> TASK DESCRIPTION
Go through the records and tally the lines that include the word "None". The answer is that total alone.

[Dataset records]

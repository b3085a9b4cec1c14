"""AISC 360-22 checks of a solved joint (LRFD or ASD).

Per plane: bolt shear (J3.6, Table J3.2) with threads included or excluded from
the geometry, the J5.2 filler factor on planes that bound a filler pack, the
long-joint factor. Per ply: bearing and tear-out (J3.10) with the ply's own
solved bearing force, or pin bearing (J7). The bolt: tension and combined
tension–shear (J3.7), slip (J3.8), and, as an informative item outside the
standard's text, bending against the plastic moment of the bolt section.
"""

from __future__ import annotations

from plyshear.codes import aisc360 as aisc
from plyshear.codes import common
from plyshear.codes.clause import Clause, cited
from plyshear.codes.result import CheckItem
from plyshear.mechanics.results import BoltResult
from plyshear.model import catalog
from plyshear.model.joint import Joint
from plyshear.units import MM_PER_IN, force_str, length_str

PHI_BOLT, OMEGA_BOLT = 0.75, 2.00  # J3.6, J3.7, J3.10 and J7
PHI_FLEXURE, OMEGA_FLEXURE = 0.90, 1.67  # F1, used for the informative bending item
MU = {"A": 0.30, "B": 0.50}  # J3.8 Class A and Class B surfaces


def _group(joint: Joint) -> str | None:
    """The Table J3.2 group of the bolt's grade ("A307", "A", "B", "C"), or None."""
    grade = catalog.fastener(joint.bolt.grade)
    return grade.aisc_group if grade.key != "A307" else "A307"


def _notes(joint: Joint) -> list[str]:
    grade = catalog.fastener(joint.bolt.grade)
    group = _group(joint)
    if group is None:
        return [
            f"grade {grade.key} is not an ASTM structural bolt: Table J3.2 "
            "threaded-part strengths with Fu = fub are used"
        ]
    return [f"bolt group: {aisc.EDITION_GROUP_NAMES.get(group, group)} (model key {grade.key})"]


def _bolt(joint: Joint, bolt: BoltResult, method: str, notes: list[str]) -> list[CheckItem]:
    group = _group(joint)
    return (
        _shear(joint, bolt, method, group, notes)
        + _bearing(joint, bolt, method)
        + _bolt_items(joint, bolt, method, group, notes)
    )


def _long_joint(joint: Joint) -> tuple[float, str]:
    length = common.joint_length(joint)
    return (aisc.long_joint_factor(length) if length > 0 else 1.0, "AISC 360-22 J3.6 long-joint")


def _avail(rn: float, method: str, phi: float = PHI_BOLT, omega: float = OMEGA_BOLT) -> float:
    return aisc.available(rn, method, phi, omega)


def _fnv(group: str | None, fub: float, threads: bool) -> tuple[float, Clause]:
    if group is None:
        fnv = aisc.F_nv_threaded_part(fub, threads_excluded=not threads)
        return fnv, cited(aisc.F_nv_threaded_part)
    return aisc.F_nv(group, threads_excluded=not threads), cited(aisc.F_nv)


def _shear(
    joint: Joint, bolt: BoltResult, method: str, group: str | None, notes: list[str]
) -> list[CheckItem]:
    b = joint.bolt
    ab = b.gross_area  # J3.6: nominal unthreaded body area, also through threads
    items = []
    long_factor = (
        aisc.long_joint_factor(common.joint_length(joint))
        if common.joint_length(joint) > 0
        else 1.0
    )
    grip_factor = aisc.A307_long_grip_factor(joint.grip, b.diameter) if group == "A307" else 1.0
    developed = joint.check.fillers == "developed"
    for p in bolt.planes:
        fnv, fnv_clause = _fnv(group, b.fub, p.threads)
        clauses = [cited(aisc.R_n_shear), fnv_clause]
        rn = aisc.R_n_shear(fnv, ab) * long_factor * grip_factor
        if long_factor < 1.0:
            clauses.append(cited(aisc.long_joint_factor))
        if grip_factor < 1.0:
            clauses.append(cited(aisc.A307_long_grip_factor))
        note = "threads included" if p.threads else "threads excluded"
        t_pack = common.pack_at_plane(joint, p.above, p.below)
        if t_pack > 0:
            try:
                form = "us" if joint.units == "kip-in" else "si"
                factor = aisc.filler_factor(t_pack, developed=developed, form=form)
            except ValueError as exc:
                items.append(
                    CheckItem(
                        "filler thickness",
                        t_pack,
                        aisc.FILLER_MAX,
                        "length",
                        (cited(aisc.filler_factor),),
                        **common.at_plane(p),
                        note=str(exc),
                    )
                )
                factor = 1.0
            rn *= factor
            clauses.append(cited(aisc.filler_factor))
            note += f", filler {length_str(joint.units, t_pack)}: factor {factor:.3f}"
        items.append(
            CheckItem(
                f"{common.noun(joint)} shear",
                p.shear,
                _avail(rn, method),
                "force",
                tuple(clauses),
                **common.at_plane(p),
                note=note,
            )
        )
    if common.packs(joint) and not developed:
        notes.append(
            "fillers taken as not developed (J5.2); set [check] fillers = "
            '"developed" if they are extended and bolted or welded'
        )
    return items


def hole(joint: Joint) -> float:
    """The hole diameter under AISC 360-22: its table, or its fallback off the table, mm."""
    inch = catalog.is_inch_size(joint.bolt.diameter)
    return common.hole_diameter(joint, "aisc360-22", MM_PER_IN / 16.0 if inch else 2.0)


def _bearing(joint: Joint, bolt: BoltResult, method: str) -> list[CheckItem]:
    b = joint.bolt
    pin = joint.check.connector == "pin"
    long_slot = b.hole == "long-slot"
    deform = joint.check.deformation_considered
    dh = hole(joint)
    items = []
    for pb, ply, where in common.bearing_plies(joint, bolt):
        if pin:
            rn = aisc.R_n_pin_bearing(ply.thickness * b.diameter, ply.fy)
            items.append(
                CheckItem(
                    "pin bearing",
                    pb.force,
                    _avail(rn, method),
                    "force",
                    (cited(aisc.R_n_pin_bearing),),
                    **where,
                )
            )
        else:
            rn = aisc.R_n_bearing(b.diameter, ply.thickness, ply.fu, deform, long_slot)
            note = "deformation at service considered" if deform else "deformation not considered"
            items.append(
                CheckItem(
                    "bearing",
                    pb.force,
                    _avail(rn, method),
                    "force",
                    (cited(aisc.R_n_bearing),),
                    **where,
                    note=note,
                )
            )
        if ply.edge is not None:
            lc = aisc.l_c_edge(ply.edge, dh) if ply.edge > dh / 2 else 0.0
            rn = aisc.R_n_tearout(lc, ply.thickness, ply.fu, deform, long_slot) if lc > 0 else 0.0
            items.append(
                CheckItem(
                    "tear-out",
                    pb.force,
                    _avail(rn, method),
                    "force",
                    (cited(aisc.R_n_tearout), cited(aisc.l_c_edge)),
                    **where,
                    note=f"lc = {length_str(joint.units, lc)}, hole {length_str(joint.units, dh)}",
                )
            )
    return items


def _bolt_items(
    joint: Joint, bolt: BoltResult, method: str, group: str | None, notes: list[str]
) -> list[CheckItem]:
    b = joint.bolt
    items = []
    # Bending: informative, the plastic moment of the section where M is largest.
    m = common.resultants(bolt.M)
    i = int(m.argmax())
    threaded = bool(joint.bolt.threaded_along(bolt.z)[i])
    mp = aisc.M_p_circle(common.bolt_section_diameter(joint, threaded), b.fyb)
    items.append(
        CheckItem(
            f"{common.noun(joint)} bending",
            float(m[i]),
            _avail(mp, method, PHI_FLEXURE, OMEGA_FLEXURE),
            "moment",
            (cited(aisc.M_p_circle),),
            informative=True,
            z=float(bolt.z[i]),
            note="outside the standard's text: plastic moment of the "
            + ("threaded" if threaded else "shank")
            + " section, phi 0.90 / Omega 1.67",
        )
    )
    # Tension and combined tension and shear (J3.7).
    if b.tension > 0:
        fnt = aisc.F_nt(group) if group is not None else aisc.F_nt_threaded_part(b.fub)
        worst = max(bolt.planes, key=lambda p: p.shear)
        fnv, _ = _fnv(group, b.fub, worst.threads)
        frv = worst.shear / b.gross_area
        fnt_p = aisc.F_nt_prime(fnt, fnv, frv, method, PHI_BOLT, OMEGA_BOLT)
        items.append(
            CheckItem(
                "bolt tension",
                b.tension,
                _avail(fnt * b.gross_area, method),
                "force",
                (cited(aisc.F_nt),),
            )
        )
        items.append(
            CheckItem(
                "tension + shear",
                b.tension,
                _avail(fnt_p * b.gross_area, method),
                "force",
                (cited(aisc.F_nt_prime),),
                plane=worst.index,
                note=f"frv = {frv:.0f} MPa",
            )
        )
    # Slip (J3.8).
    if joint.check.slip_critical or b.pretension > 0:
        items += _slip(joint, bolt, method, group, notes)
    return items


def _slip(
    joint: Joint, bolt: BoltResult, method: str, group: str | None, notes: list[str]
) -> list[CheckItem]:
    b = joint.bolt
    tb = b.pretension
    if tb <= 0:
        if group not in ("A", "B"):
            notes.append(
                "slip not checked: no pretension given and Table J3.1 covers "
                "Group A and B bolts only"
            )
            return []
        try:
            tb = aisc.T_b_min(b.diameter, group)
        except ValueError as exc:
            notes.append(f"slip not checked: {exc}")
            return []
    surface = joint.check.slip_class or "A"

    n_fillers = sum(len(run) for run, _ in common.packs(joint))
    hf = aisc.h_f(n_fillers, developed=joint.check.fillers == "developed")
    ns = common.slip_planes(joint, bolt)
    if ns == 0:
        return []
    rn = aisc.R_n_slip(MU[surface], tb, ns, hf)
    clauses = [cited(aisc.R_n_slip), cited(aisc.h_f)]
    if b.tension > 0:
        rn *= aisc.k_sc(b.tension, tb, 1, method)
        clauses.append(cited(aisc.k_sc))
    avail = _avail(rn, method, aisc.phi_slip(b.hole), aisc.omega_slip(b.hole))
    return [
        CheckItem(
            "slip",
            common.transferred_force(joint, bolt),
            avail,
            "force",
            tuple(clauses),
            note=f"Class {surface}, mu {MU[surface]}, Tb {force_str(joint.units, tb)}, "
            f"ns {ns}, hf {hf}",
        )
    ]


ITEMS = common.StandardItems(
    standard="aisc360-22", edition=aisc.STANDARD, notes=_notes, bolt=_bolt, long_joint=_long_joint
)

__all__ = ["ITEMS", "OMEGA_BOLT", "PHI_BOLT"]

> ANSWER SECTION
10